=== Input material ===
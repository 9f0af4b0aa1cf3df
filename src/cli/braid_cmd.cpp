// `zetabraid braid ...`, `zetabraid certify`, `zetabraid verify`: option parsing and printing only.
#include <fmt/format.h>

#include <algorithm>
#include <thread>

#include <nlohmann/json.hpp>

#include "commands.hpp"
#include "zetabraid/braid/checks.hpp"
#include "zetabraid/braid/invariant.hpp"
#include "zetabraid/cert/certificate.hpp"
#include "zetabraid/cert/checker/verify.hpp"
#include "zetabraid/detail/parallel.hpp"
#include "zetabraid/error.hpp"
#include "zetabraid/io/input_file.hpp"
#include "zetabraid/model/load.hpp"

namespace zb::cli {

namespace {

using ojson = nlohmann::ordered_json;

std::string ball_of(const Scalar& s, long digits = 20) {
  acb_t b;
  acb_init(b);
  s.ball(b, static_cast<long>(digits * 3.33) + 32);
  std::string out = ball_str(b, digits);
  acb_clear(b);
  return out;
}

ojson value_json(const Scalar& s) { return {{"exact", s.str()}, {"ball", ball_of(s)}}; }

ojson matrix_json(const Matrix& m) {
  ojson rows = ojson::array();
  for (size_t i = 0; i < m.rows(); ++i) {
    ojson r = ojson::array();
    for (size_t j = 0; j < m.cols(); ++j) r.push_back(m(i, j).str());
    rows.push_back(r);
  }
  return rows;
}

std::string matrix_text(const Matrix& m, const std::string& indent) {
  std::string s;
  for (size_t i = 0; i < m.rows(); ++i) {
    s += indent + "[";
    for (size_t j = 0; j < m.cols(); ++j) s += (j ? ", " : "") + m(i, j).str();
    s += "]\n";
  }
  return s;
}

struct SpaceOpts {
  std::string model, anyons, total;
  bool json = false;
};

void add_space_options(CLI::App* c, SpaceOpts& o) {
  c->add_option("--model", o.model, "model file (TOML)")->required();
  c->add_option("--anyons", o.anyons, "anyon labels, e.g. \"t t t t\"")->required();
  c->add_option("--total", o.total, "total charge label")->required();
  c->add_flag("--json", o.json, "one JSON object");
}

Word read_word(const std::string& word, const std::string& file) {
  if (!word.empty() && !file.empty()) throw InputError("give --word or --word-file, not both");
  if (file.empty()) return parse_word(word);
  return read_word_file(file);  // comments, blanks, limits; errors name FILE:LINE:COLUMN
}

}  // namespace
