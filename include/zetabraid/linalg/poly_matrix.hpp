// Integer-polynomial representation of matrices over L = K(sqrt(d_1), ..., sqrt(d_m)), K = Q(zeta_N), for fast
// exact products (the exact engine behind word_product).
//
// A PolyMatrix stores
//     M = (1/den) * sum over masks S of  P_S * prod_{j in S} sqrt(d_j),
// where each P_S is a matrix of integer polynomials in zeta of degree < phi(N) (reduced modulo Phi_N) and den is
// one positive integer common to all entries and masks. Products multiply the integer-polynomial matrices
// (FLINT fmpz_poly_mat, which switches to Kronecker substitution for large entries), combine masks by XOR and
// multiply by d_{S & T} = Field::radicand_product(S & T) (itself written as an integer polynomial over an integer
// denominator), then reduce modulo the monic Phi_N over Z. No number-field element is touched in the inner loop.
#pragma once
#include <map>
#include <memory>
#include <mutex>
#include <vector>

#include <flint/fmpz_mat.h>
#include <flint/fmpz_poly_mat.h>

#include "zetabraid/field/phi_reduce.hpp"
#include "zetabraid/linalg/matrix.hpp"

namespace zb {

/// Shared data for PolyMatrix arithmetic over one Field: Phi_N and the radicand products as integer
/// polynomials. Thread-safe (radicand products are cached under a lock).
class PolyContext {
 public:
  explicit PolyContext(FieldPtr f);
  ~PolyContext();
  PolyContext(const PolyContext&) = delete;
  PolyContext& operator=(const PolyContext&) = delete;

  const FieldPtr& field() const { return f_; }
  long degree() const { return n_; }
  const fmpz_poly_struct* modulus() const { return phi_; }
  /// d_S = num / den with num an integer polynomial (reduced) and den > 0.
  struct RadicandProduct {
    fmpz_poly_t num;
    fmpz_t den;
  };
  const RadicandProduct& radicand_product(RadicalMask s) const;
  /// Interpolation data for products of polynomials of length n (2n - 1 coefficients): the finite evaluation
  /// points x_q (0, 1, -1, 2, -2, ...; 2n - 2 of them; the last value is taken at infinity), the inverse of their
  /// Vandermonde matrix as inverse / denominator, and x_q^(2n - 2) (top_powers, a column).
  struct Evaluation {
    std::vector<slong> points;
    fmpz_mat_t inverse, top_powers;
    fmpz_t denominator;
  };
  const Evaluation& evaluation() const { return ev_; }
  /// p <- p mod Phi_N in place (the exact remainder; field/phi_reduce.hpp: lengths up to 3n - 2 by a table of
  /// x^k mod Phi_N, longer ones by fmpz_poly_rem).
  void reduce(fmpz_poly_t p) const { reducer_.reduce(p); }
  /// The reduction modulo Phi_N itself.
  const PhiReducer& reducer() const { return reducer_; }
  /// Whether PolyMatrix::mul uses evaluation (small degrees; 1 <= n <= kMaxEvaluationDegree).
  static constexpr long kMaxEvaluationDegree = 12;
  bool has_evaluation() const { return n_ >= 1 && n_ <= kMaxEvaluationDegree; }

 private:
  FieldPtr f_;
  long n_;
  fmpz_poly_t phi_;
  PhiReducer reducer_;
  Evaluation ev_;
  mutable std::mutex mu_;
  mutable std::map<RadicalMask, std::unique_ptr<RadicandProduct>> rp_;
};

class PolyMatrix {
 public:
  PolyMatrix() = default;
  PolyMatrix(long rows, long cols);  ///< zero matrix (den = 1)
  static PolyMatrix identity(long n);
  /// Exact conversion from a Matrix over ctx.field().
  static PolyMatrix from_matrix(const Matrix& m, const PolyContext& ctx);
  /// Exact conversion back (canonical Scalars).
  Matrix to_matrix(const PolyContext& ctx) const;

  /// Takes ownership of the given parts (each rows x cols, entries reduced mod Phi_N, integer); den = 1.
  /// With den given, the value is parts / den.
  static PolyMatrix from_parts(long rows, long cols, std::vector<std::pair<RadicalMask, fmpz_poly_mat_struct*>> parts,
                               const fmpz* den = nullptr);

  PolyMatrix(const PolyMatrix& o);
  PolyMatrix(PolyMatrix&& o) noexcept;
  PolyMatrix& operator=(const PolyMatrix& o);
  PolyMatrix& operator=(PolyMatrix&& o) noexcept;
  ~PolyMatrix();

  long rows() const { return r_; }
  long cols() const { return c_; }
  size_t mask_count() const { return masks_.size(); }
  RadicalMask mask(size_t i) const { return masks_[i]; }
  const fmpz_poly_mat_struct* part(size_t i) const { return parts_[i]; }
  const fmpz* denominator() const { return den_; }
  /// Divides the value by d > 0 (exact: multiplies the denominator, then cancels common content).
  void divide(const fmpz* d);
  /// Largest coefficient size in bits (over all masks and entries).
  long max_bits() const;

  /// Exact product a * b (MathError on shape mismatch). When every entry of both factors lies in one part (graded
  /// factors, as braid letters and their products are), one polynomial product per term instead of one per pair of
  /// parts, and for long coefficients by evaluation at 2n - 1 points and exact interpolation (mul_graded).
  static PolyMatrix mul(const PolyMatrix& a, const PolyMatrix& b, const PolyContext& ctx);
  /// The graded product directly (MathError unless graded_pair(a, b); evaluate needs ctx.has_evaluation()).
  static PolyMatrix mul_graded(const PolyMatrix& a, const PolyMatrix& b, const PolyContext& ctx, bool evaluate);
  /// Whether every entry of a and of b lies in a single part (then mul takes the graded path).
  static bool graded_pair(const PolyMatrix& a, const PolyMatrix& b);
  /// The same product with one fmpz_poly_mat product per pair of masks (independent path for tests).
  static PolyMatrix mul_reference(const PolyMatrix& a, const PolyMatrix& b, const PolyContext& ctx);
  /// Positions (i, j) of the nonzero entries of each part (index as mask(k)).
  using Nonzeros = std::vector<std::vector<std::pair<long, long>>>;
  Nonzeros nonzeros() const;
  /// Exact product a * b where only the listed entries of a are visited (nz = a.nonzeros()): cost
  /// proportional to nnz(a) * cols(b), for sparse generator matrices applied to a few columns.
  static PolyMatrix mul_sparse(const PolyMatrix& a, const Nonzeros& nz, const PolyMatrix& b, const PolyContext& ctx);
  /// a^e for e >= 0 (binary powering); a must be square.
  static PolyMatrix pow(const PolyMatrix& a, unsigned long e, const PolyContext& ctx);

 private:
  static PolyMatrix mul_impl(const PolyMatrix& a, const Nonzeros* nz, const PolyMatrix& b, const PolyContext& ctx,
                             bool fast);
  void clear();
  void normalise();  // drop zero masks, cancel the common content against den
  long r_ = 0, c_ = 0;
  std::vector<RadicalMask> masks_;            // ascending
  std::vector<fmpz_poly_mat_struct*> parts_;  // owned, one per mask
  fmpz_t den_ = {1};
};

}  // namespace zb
===
The problem -
Would you print exactly and only the lines of the material above that run from the line with "mutable std::mutex mu_;" through the line with "RadicalMask mask(size_t i)", both included?

Answer to the exercise -
  mutable std::mutex mu_;
  mutable std::map<RadicalMask, std::unique_ptr<RadicandProduct>> rp_;
};

class PolyMatrix {
 public:
  PolyMatrix() = default;
  PolyMatrix(long rows, long cols);  ///< zero matrix (den = 1)
  static PolyMatrix identity(long n);
  /// Exact conversion from a Matrix over ctx.field().
  static PolyMatrix from_matrix(const Matrix& m, const PolyContext& ctx);
  /// Exact conversion back (canonical Scalars).
  Matrix to_matrix(const PolyContext& ctx) const;

  /// Takes ownership of the given parts (each rows x cols, entries reduced mod Phi_N, integer); den = 1.
  /// With den given, the value is parts / den.
  static PolyMatrix from_parts(long rows, long cols, std::vector<std::pair<RadicalMask, fmpz_poly_mat_struct*>> parts,
                               const fmpz* den = nullptr);

  PolyMatrix(const PolyMatrix& o);
  PolyMatrix(PolyMatrix&& o) noexcept;
  PolyMatrix& operator=(const PolyMatrix& o);
  PolyMatrix& operator=(PolyMatrix&& o) noexcept;
  ~PolyMatrix();

  long rows() const { return r_; }
  long cols() const { return c_; }
  size_t mask_count() const { return masks_.size(); }
  RadicalMask mask(size_t i) const { return masks_[i]; }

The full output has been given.